I have an F150 FX4. I change oil and lube my vehicles myself (I know, I know, a lot of you think I'm nuts now). Went to change it for the first time last week and the first thing that surprised me was there are no grease zerks. I checked to owners manual and it says on some models there are none and no greasing is required. Great, saves me 15 minutes off the job (though I question the life of the joints). Next, after draining the oil pan I went to change the oil filter. Couldn't find it. Finally located it at the front drivers side of the engine in a gowd-awful congested location. It took me at least 25 minutes just to change the filter as the standard filter wrench will barely fit into the tight spot and I could only get about 1/50 of a turn at a time. Anyone faced this and have a solution? Is there a different type of oil filter wrench that fits over the end rather than wrap around the body. Help please?


----------



## V-Bottom (Jun 16, 2007)

I chg.d the oil every 3.5K Now, 5k I do let Firestone in TC do it. I will always have a print-out of the chg's if needed, say when and if U sell it. Shows proof of good maint. upkeep etc. Tire rotation included, fluids, tire pressure..well...U get it.
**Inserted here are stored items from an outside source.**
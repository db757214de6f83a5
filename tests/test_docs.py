"""The documentation keeps up with the code."""

import argparse
from pathlib import Path

from driftloop.cli import build_parser
from driftloop.config import Config, QCConfig, ReadConfig

DOCS = Path(__file__).resolve().parent.parent / "docs"


def _options(parser):
    for action in parser._actions:
        yield from (s for s in action.option_strings if s.startswith("--"))
        if isinstance(action, argparse._SubParsersAction):
            for sub in action.choices.values():
                yield from _options(sub)


def test_every_cli_option_is_documented():
    text = (DOCS / "cli.md").read_text()
    missing = sorted({o for o in _options(build_parser()) if o not in text} - {"--help"})
    assert not missing, f"docs/cli.md lacks {missing}"


def test_every_qc_parameter_is_documented():
    text = (DOCS / "qc.md").read_text()
    missing = [name for name in QCConfig.__dataclass_fields__ if name not in text]
    assert not missing, f"docs/qc.md lacks {missing}"


def test_every_read_option_is_documented():
    text = (DOCS / "input-formats.md").read_text()
    missing = [name for name in ReadConfig.__dataclass_fields__ if name not in text]
    assert not missing, f"docs/input-formats.md lacks {missing}"


def test_configuration_page_lists_every_section_and_key():
    text = (DOCS / "configuration.md").read_text()
    for section, spec in Config.__dataclass_fields__.items():
        assert f"[{section}]" in text, section
        fields = spec.default_factory().__dataclass_fields__
        missing = [name for name in fields if f"`{name}`" not in text]
        assert not missing, f"docs/configuration.md [{section}] lacks {missing}"


def test_every_reason_code_is_documented():
    from driftloop.qc import REASONS

    text = (DOCS / "qc.md").read_text()
    missing = [code for code in REASONS if f"`{code}`" not in text]
    assert not missing, f"docs/qc.md lacks {missing}"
Oil is better now-a-days, so one dosen't have to change it as often. Ford even says so!!


----------



## CopanoCruisin (May 28, 2006)

My 07 F150 5.4 isn't any better to get to. I hope someone responds with a better idea other than take it in.


----------



## fishnfool (Jul 23, 2004)

Go to Autozone and get one of the filter wrenches that fits over the end of the filter then connects to a ratchet. Use a ratchet and short extension and it is easy.
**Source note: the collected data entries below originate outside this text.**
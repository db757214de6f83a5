"""`driftloop skill` as users meet it."""

import json

import numpy as np
import pandas as pd
import pytest

from driftloop.cli import main


def _write_track(path, drifter, lat, lon, hours):
    times = pd.Timestamp("2026-03-01T00:00:00Z") + pd.to_timedelta(hours, unit="h")
    table = pd.DataFrame({
        "drifter": drifter,
        "time": times.strftime("%Y-%m-%dT%H:%M:%SZ"),
        "lat": np.round(lat, 6),
        "lon": np.round(lon, 6),
    })
    table.to_csv(path, index=False)
    return path


def test_identical_model_scores_one_and_writes_every_file(tmp_path, capsys):
    hours = np.arange(0, 73.0)
    lat = 44.0 + 0.002 * hours
    lon = -30.0 + 0.003 * hours
    obs = _write_track(tmp_path / "obs.csv", "D1", lat, lon, hours)
    model = _write_track(tmp_path / "model.csv", "D1@run1", lat, lon, hours)
    code = main(["skill", str(obs), str(model), "--out", str(tmp_path / "run"),
                 "--windows", "24,72", "--no-land-test"])
    out, err = capsys.readouterr()
    assert code == 0, err
    # one modelled run, started at the release: one window of each length
    assert "24 h windows: 1 scored of 1, mean skill 1.000" in out
    assert "72 h windows: 1 scored of 1, mean skill 1.000" in out
    for name in ("separation.csv", "skill.csv", "skill.json", "skill.geojson", "skill.png"):
        assert (tmp_path / "run" / name).is_file(), name
    summary = json.loads((tmp_path / "run" / "skill.json").read_text())
    assert summary["windows"]["72"]["median_ss"] == pytest.approx(1.0)


def test_model_starting_elsewhere_is_refused_in_one_line(tmp_path, capsys):
    hours = np.arange(0, 25.0)
    lat = 44.0 + 0.002 * hours
    lon = -30.0 + 0.003 * hours
    obs = _write_track(tmp_path / "obs.csv", "D1", lat, lon, hours)
    model = _write_track(tmp_path / "model.csv", "D1@far", lat + 0.5, lon, hours)  # 55 km off
    code = main(["skill", str(obs), str(model), "--out", str(tmp_path / "run"),
                 "--no-land-test"])
    err = capsys.readouterr().err
    assert code == 1
    assert len(err.strip().splitlines()) == 1
    assert "model.csv" in err and "Traceback" not in err
    assert not (tmp_path / "run" / "skill.csv").exists()


def test_bad_windows_option_names_the_key(tmp_path, capsys):
    hours = np.arange(0, 25.0)
    obs = _write_track(tmp_path / "obs.csv", "D1", 44 + 0 * hours, -30 + 0.003 * hours, hours)
    code = main(["skill", str(obs), str(obs), "--out", str(tmp_path / "r"),
                 "--windows", "24,soon"])
    assert code == 1 and "windows_h" in capsys.readouterr().err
My wife has a 07 Expedition Limited and the filter is in the same spot but the fan shroud folds up out of the way so it is easy. My 09 FX4 doesn't have the folding fan shroud so while I was able to do it with a normal filter wrench, much easier with the ratchet!

And I hate not having grease zerks too - just wait until you go to check trans fluid or change fuel filter - no trans dipstick and no fuel filter (have to take it in for trans fluid and never need to change the in tank fuel filter acording to manual).


----------



## CajunBob (Feb 24, 2008)

Can you get to it thru the fender well??


----------



## Bukmstr (Nov 12, 2004)

*09 5.4 4x4*

My car care center has no problems. Not worth the extra effort to me. You put in 7 quarts right? My manual and the car care say the new 5.4 takes 5w20 and 7 quarts.....


----------



## MackerelMan (Aug 16, 2005)

*Thanks for the input*

BM, yes on the 7 quarts, read the Owner's Manual first. I guess that's why you can go 7500 miles between changes.

FF, I'll try AutoZone. I have an O'Rielly's near the house and they didn't have that style.

Others, It's just a matter of time. I can do it myself faster that having someone else do it when you figure travel time and waiting time. Plus, my philosophy is "if you can do it yourself why pay somebody else to do it for you".


----------



## carryyourbooks (Feb 13, 2009)

*great deal*

if you are in katy, allen samuels dodge changes oil for $9.99. can't hardly beat that. theres no clean up. no taking used oil to the recycler. no sweat. and you can still drink beer when you get home.


----------